В широко раскрывшихся глазах Щеглова отразилась горькое, смешанное с досадой удивление. Пальцы крепко, судорожно вцепились в колени. Внезапно севшим голосом он полувопросительно просипел:
— Не понял?
— Все вы поняли, Щеглов! — махнул на него рукой Брянцев и быстро спросил: — Каким образом вы оказались в то утро возле трупа Полунина и почему никому об этом не сообщили?
Холодный немигающий, выжидательный взгляд. Самообладанию Щеглова и в самом деле можно было позавидовать.
— Интересное кино!..
— Интересное, — согласился Брянцев и предложил: — Давайте вместе его посмотрим?
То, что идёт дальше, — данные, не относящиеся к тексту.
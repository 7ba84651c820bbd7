"""Signing: name and password at every signing, and the hash of exactly what was signed."""

from __future__ import annotations

from collections.abc import Mapping
from dataclasses import dataclass
from typing import Any

from labrecords.canonical import canonical_json, sha256_of
from labrecords.errors import refuse_if
from labrecords.models import Meaning, Signature, User


@dataclass(frozen=True, slots=True)
class Credentials:
    """The two components of a signature as they were typed: name and password."""

    username: str
    password: str


def objections_to_credentials(credentials: Credentials, *, by: User) -> list[str]:
    """The typed name must be the account of the person who acts, and the password must be theirs."""
    if credentials.username.strip().casefold() != by.username.casefold():
        return [
            f"The name typed is {credentials.username!r}; signed in is {by.username}. "
            "Sign with your own name, or sign out first."
        ]
    if not by.is_active or not by.check_password(credentials.password):
        return ["The password is not right. Nothing was signed; type it again."]
    return []


def sign(
    meaning: Meaning,
    *,
    by: User,
    credentials: Credentials,
    noun: str,
    record_id: int,
    number: str,
    content: Mapping[str, Any],
    reason: str = "",
    zone: str = "UTC",
) -> Signature:
    """Write one signature row under the open event; Refused when name or password is wrong."""
    refuse_if(objections_to_credentials(credentials, by=by))
    text = canonical_json(content)
    return Signature.objects.create(
        signer=by, printed_name=by.full_name, meaning=meaning, reason=reason, noun=noun, record_id=record_id,
        record_number=number, content=text, content_sha256=sha256_of(text), zone=zone,
    )  # fmt: skip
Съемки, так сказать, с натуры. Ни в чем не повинный Герман Игоревич случайно подходит к месту, где лежит труп его дружка-приятеля, и спрашивает у стоящих там людей: «Не знаете, кто это такой?». Еще и наклонился, чтобы получше рассмотреть лицо покойника. Вы что, в самом деле не узнали Алексея? — Брянцев поглядел на своих помощников, затем на адвоката, которая продолжала соблюдать нейтралитет.
— Может, очную ставку ему со свидетельницей устроим? — в соответствии с заранее разработанным сценарием предложил Горелов и, закурив, отошел к окну, густо задымил.
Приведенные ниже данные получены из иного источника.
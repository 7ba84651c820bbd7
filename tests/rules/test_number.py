"""Typed numbers."""

from __future__ import annotations

from decimal import Decimal

import pytest
from hypothesis import given
from hypothesis import strategies as st

from labrecords.rules.number import parse_number, places_of, shown


@pytest.mark.parametrize(
    ("typed", "kept"),
    [
        ("12.30", "12.30"),
        ("12,30", "12.30"),
        ("  7 ", "7"),
        ("\u00a00,05", "0.05"),
        (".5", "0.5"),
        ("-3,10", "-3.10"),
        ("\u221212.5", "-12.5"),
        ("+0.10", "0.10"),
        ("-0.00", "0.00"),
        ("007.10", "7.10"),
    ],
)
def test_parse_number_keeps_the_typed_places(typed: str, kept: str) -> None:
    assert str(parse_number(typed)) == kept


@pytest.mark.parametrize(
    ("typed", "part"),
    [
        ("", "is empty"),
        ("   ", "is empty"),
        ("1.234,5", "more than one decimal mark"),
        ("12..3", "more than one decimal mark"),
        ("1,2,3", "more than one decimal mark"),
        ("1e3", "exponent"),
        ("NaN", "no number"),
        ("-inf", "no number"),
        ("12.30 mL", "without its unit: 12.30"),
        ("21°C", "without its unit: 21"),
        ("1 234", "space inside"),
        ("12.", "ends in a decimal mark"),
        ("=1+1", "like a formula"),
        ("twelve", "not a number"),
        ("12-13", "not a number"),
        ("1_000", "not a number"),
        ("١٢", "not a number"),
        (".", "not a number"),
        ("1" * 16, "at most 15 digits"),
        ("0." + "1" * 16, "at most 15 digits"),
    ],
)
def test_parse_number_asks_with_a_sentence(typed: str, part: str) -> None:
    with pytest.raises(ValueError, match=r"^End reading is .*\.$") as caught:
        parse_number(typed, field="End reading")
    assert part in str(caught.value)


@given(st.text(max_size=60) | st.text("0123456789.,+- eE", max_size=20))
def test_parse_number_returns_a_finite_number_or_a_sentence(typed: str) -> None:
    try:
        value = parse_number(typed)
    except ValueError as error:
        value, sentence = Decimal(0), str(error)
    else:
        sentence = "The value is a number."
    assert value.is_finite()
    assert sentence.startswith("The value is ")


@given(st.decimals(min_value=-10000, max_value=10000, places=4))
def test_parse_number_reads_back_what_was_written(value: Decimal) -> None:
    written = format(value, "f")
    assert parse_number(written) == value
    assert places_of(parse_number(written.replace(".", ","))) == 4


def test_shown_cuts_long_text_and_hides_control_marks() -> None:
    assert shown("a" * 99) == "“" + "a" * 39 + "…”"
    assert "\x1b" not in shown("a\x1bb")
— Сейчас решим с очной ставкой, — рассеяно отозвался Брянцев и совсем другим, жестким, прокурорским тоном обратился к Щеглову: — Ну так что же, Герман Игоревич, неужто и впрямь не узнали дружка-собутыльника?
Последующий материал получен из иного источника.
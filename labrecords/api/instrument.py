"""Instruments and their calibrations over the API."""

from __future__ import annotations

from django.db.models import QuerySet
from django.shortcuts import get_object_or_404
from django.utils import timezone
from drf_spectacular.utils import OpenApiParameter, extend_schema
from rest_framework import serializers
from rest_framework.decorators import api_view
from rest_framework.request import Request
from rest_framework.response import Response

from labrecords.api.recording import listed, recorded
from labrecords.models import Instrument, InstrumentCalibration, InstrumentKind
from labrecords.queries.instrument import calibrations_of
from labrecords.queries.register import instruments
from labrecords.services.instrument import record_calibration, record_instrument


class InstrumentShape(serializers.ModelSerializer[Instrument]):
    """An instrument with the last day its calibration holds."""

    due_on = serializers.DateField(allow_null=True)
    superseded_by = serializers.StringRelatedField[Instrument]()

    class Meta:
        model = Instrument
        fields = (
            "identifier", "kind", "description", "capacity", "unit", "resolution", "tolerance", "place",
            "due_on",
            "withdrawn_at", "withdrawn_reason", "superseded_by",
        )  # fmt: skip


class InstrumentEntry(serializers.Serializer[Instrument]):
    """A new instrument."""

    identifier = serializers.CharField(max_length=20)
    kind = serializers.ChoiceField(InstrumentKind.choices)
    description = serializers.CharField(max_length=160, required=False, allow_blank=True)
    capacity = serializers.DecimalField(12, 4, required=False, allow_null=True)
    unit = serializers.CharField(max_length=8)
    resolution = serializers.DecimalField(12, 6)
    tolerance = serializers.DecimalField(12, 6)
    place = serializers.CharField(max_length=80, required=False, allow_blank=True)


class CalibrationShape(serializers.ModelSerializer[InstrumentCalibration]):
    """A calibration; its certificate by the hash of its file."""

    certificate_sha256 = serializers.CharField(source="certificate.sha256", default=None)

    class Meta:
        model = InstrumentCalibration
        fields = (
            "id", "calibrated_on", "due_on", "performed_by", "uncertainty", "corrections", "slope_percent",
            "remarks",
            "certificate_sha256", "withdrawn_at", "withdrawn_reason",
        )  # fmt: skip


class CalibrationEntry(serializers.Serializer[InstrumentCalibration]):
    """A new calibration; corrections are pairs of a reading and what is added to it, as text."""

    calibrated_on = serializers.DateField()
    due_on = serializers.DateField()
    performed_by = serializers.CharField(max_length=120)
    uncertainty = serializers.DecimalField(12, 6, required=False, allow_null=True)
    corrections = serializers.ListField(
        child=serializers.ListField(child=serializers.CharField(max_length=40), max_length=2),
        required=False, max_length=200,
    )  # fmt: skip
    slope_percent = serializers.DecimalField(5, 1, required=False, allow_null=True)
    remarks = serializers.CharField(max_length=2000, required=False, allow_blank=True)


@extend_schema(
    methods=["GET"], parameters=[OpenApiParameter("q"), OpenApiParameter("kind")],
    responses=InstrumentShape(many=True), operation_id="instruments",
)  # fmt: skip
@extend_schema(
    methods=["POST"],
    request=InstrumentEntry,
    responses={201: InstrumentShape},
    operation_id="record_instrument",
)
@api_view(["GET", "POST"])
def list(request: Request) -> Response:
    """Instruments by identifier; POST records one."""
    if request.method == "POST":
        return recorded(
            request, roles=("administrator", "supervisor"), entry=InstrumentEntry, change=record_instrument,
            found=_instruments(), shown=InstrumentShape,
        )  # fmt: skip
    q, kind = request.query_params.get("q", ""), request.query_params.get("kind", "")
    return listed(request, _instruments(q=q, kind=kind), shown=InstrumentShape)


@extend_schema(responses=InstrumentShape, operation_id="instrument")
@api_view(["GET"])
def detail(request: Request, identifier: str) -> Response:
    """One instrument."""
    return Response(InstrumentShape(get_object_or_404(_instruments(), identifier=identifier)).data)


@extend_schema(methods=["GET"], responses=CalibrationShape(many=True), operation_id="calibrations")
@extend_schema(
    methods=["POST"],
    request=CalibrationEntry,
    responses={201: CalibrationShape},
    operation_id="record_calibration",
)
@api_view(["GET", "POST"])
def calibrations(request: Request, identifier: str) -> Response:
    """The calibrations of an instrument, the newest first; POST records one."""
    instrument = get_object_or_404(_instruments(), identifier=identifier)
    if request.method == "POST":
        return recorded(
            request, roles=("administrator", "supervisor", "analyst"), entry=CalibrationEntry,
            change=lambda **typed: record_calibration(instrument, **typed),
            found=InstrumentCalibration.objects.all(), shown=CalibrationShape,
        )  # fmt: skip
    return Response(CalibrationShape(calibrations_of(instrument), many=True).data)


def _instruments(*, q: str = "", kind: str = "") -> QuerySet[Instrument]:
    return instruments(day=timezone.localdate(), q=q, kind=kind)
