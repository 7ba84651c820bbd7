"""Checks by drawing: asked for by a person, done by the worker with progress; they change no result."""

from __future__ import annotations

import json
from datetime import timedelta
from typing import Any

from django.db import transaction
from django.utils import timezone

from analysis.determination_monte_carlo import check_by_monte_carlo
from labrecords.background import after_commit
from labrecords.errors import refuse_if
from labrecords.models import Calculation, MonteCarloCheck, User
from labrecords.rules.monte_carlo import objections_to_checking

EVERY = 100_000  # draws between two words of progress


@transaction.atomic(durable=True)
def ask_for_check(calculation: Calculation, *, by: User) -> MonteCarloCheck:
    """Write the row that says "waiting" and send the worker after it."""
    refuse_if(objections_to_checking(calculation, by=by))
    asked = {"requested_by": by, "requested_at": timezone.now()}
    check, _ = MonteCarloCheck.objects.get_or_create(calculation=calculation, state="waiting", defaults=asked)
    after_commit("labrecords.tasks.check_by_monte_carlo", check_id=check.pk)
    return check


def do_check(check_id: int) -> None:
    """Draw the inputs of a waiting check and keep what came of it; safe to run twice.

    Progress is written as it is made, so this is no single transaction.
    """
    check = MonteCarloCheck.objects.select_related("calculation").filter(pk=check_id, state="waiting").first()
    if check is None:
        return

    def progress(draws: int) -> None:
        if draws % EVERY == 0:
            MonteCarloCheck.objects.filter(pk=check_id, state="waiting").update(draws=draws)

    try:
        outputs = check_by_monte_carlo(json.loads(check.calculation.inputs), seed=check_id, progress=progress)
        _finish(check_id, state="done", outputs=outputs, draws=outputs["draws"])
    except ValueError as problem:
        _finish(check_id, state="failed", problem=str(problem))


def overdue_checks(*, seconds: int = 30) -> list[int]:
    """Ids of the checks that a lost message left waiting."""
    since = timezone.now() - timedelta(seconds=seconds)
    waiting = MonteCarloCheck.objects.filter(state="waiting", requested_at__lte=since)
    return list(waiting.values_list("pk", flat=True)[:50])


def _finish(check_id: int, **found: Any) -> None:
    MonteCarloCheck.objects.filter(pk=check_id, state="waiting").update(**found)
По лицу Щеглова пятнами стала разливаться мертвенная бледность.
— Ну, допустим… — без всякого выражения, очень тихо заговорил он, косясь одним глазом в сторону адвоката. — Допустим, узнал… Хотя не сразу… — каждое слово давалось ему с трудом.
«Неужели сдали-таки нервы?» — подумал Брянцев, не ожидавший такого скорого перелома.
— Если узнали, зачем было спрашивать: «Кто такой?».
— Хотел убедиться… Он сильно изменился… Не похож был на себя…
— И как, убедились?
— Ну да… Положим…
— Щеглов, давайте не будем валять ваньку! — снова повысил голос следователь. — Вы прекрасно его узнали! Не могли не узнать, потому что не случайно там оказались.
— Неправда! — мотнул головой Щеглов.
— В самом деле, интересное кино: двое с лишним суток Надежда Васильевна терялась в догадках, куда это запропал ее муж, и оба эти дня Щеглов при встречах успокаивает ее: дескать, придет, никуда не денется!.. И в милицию не заявил, хотя по закону обязан был заявить. А еще в милиции служили!
Щеглов протестующе дернулся:
— Я Митрофанову сказал! И Ольге говорил, что видел Алексея. Предложил вместе пойти к Наде и сказать. Они не захотели. Я уже тогда понял, что это Митрофанов его задавил! Все эти дни ждал, что он наберется мужества…
— Слабое, слабое оправдание! — Брянцев осуждающе покачал головой. — Ждали, что в ком-то заговорит совесть. А ваша совесть почему молчала?
— Так ведь не я убил Лешку! Мне, что ли, надо было идти с повинной?
— Для начала могли бы известить Полунину, что ее муж лежит во дворе школы. А после этого — в милицию. Вам же известно, что чистосердечное признание вины и раскаяние…
— Знаю, знаю! — выкрикнул сипло Щеглов. — Только грохнул-то Лешку Митрофанов. Иначе с чего бы ему лезть в петлю?
— Он не сам в нее полез, — сказал Брянцев, глядя на Щеглова поверх очков. — Его… — и умолк, к чему-то стал прислушиваться.
Чуть погодя из коридора донеслись гулкие звуки шагов. Тяжелые, размеренные и твердые, они неумолимо надвигались, приближались к двери следственного кабинета.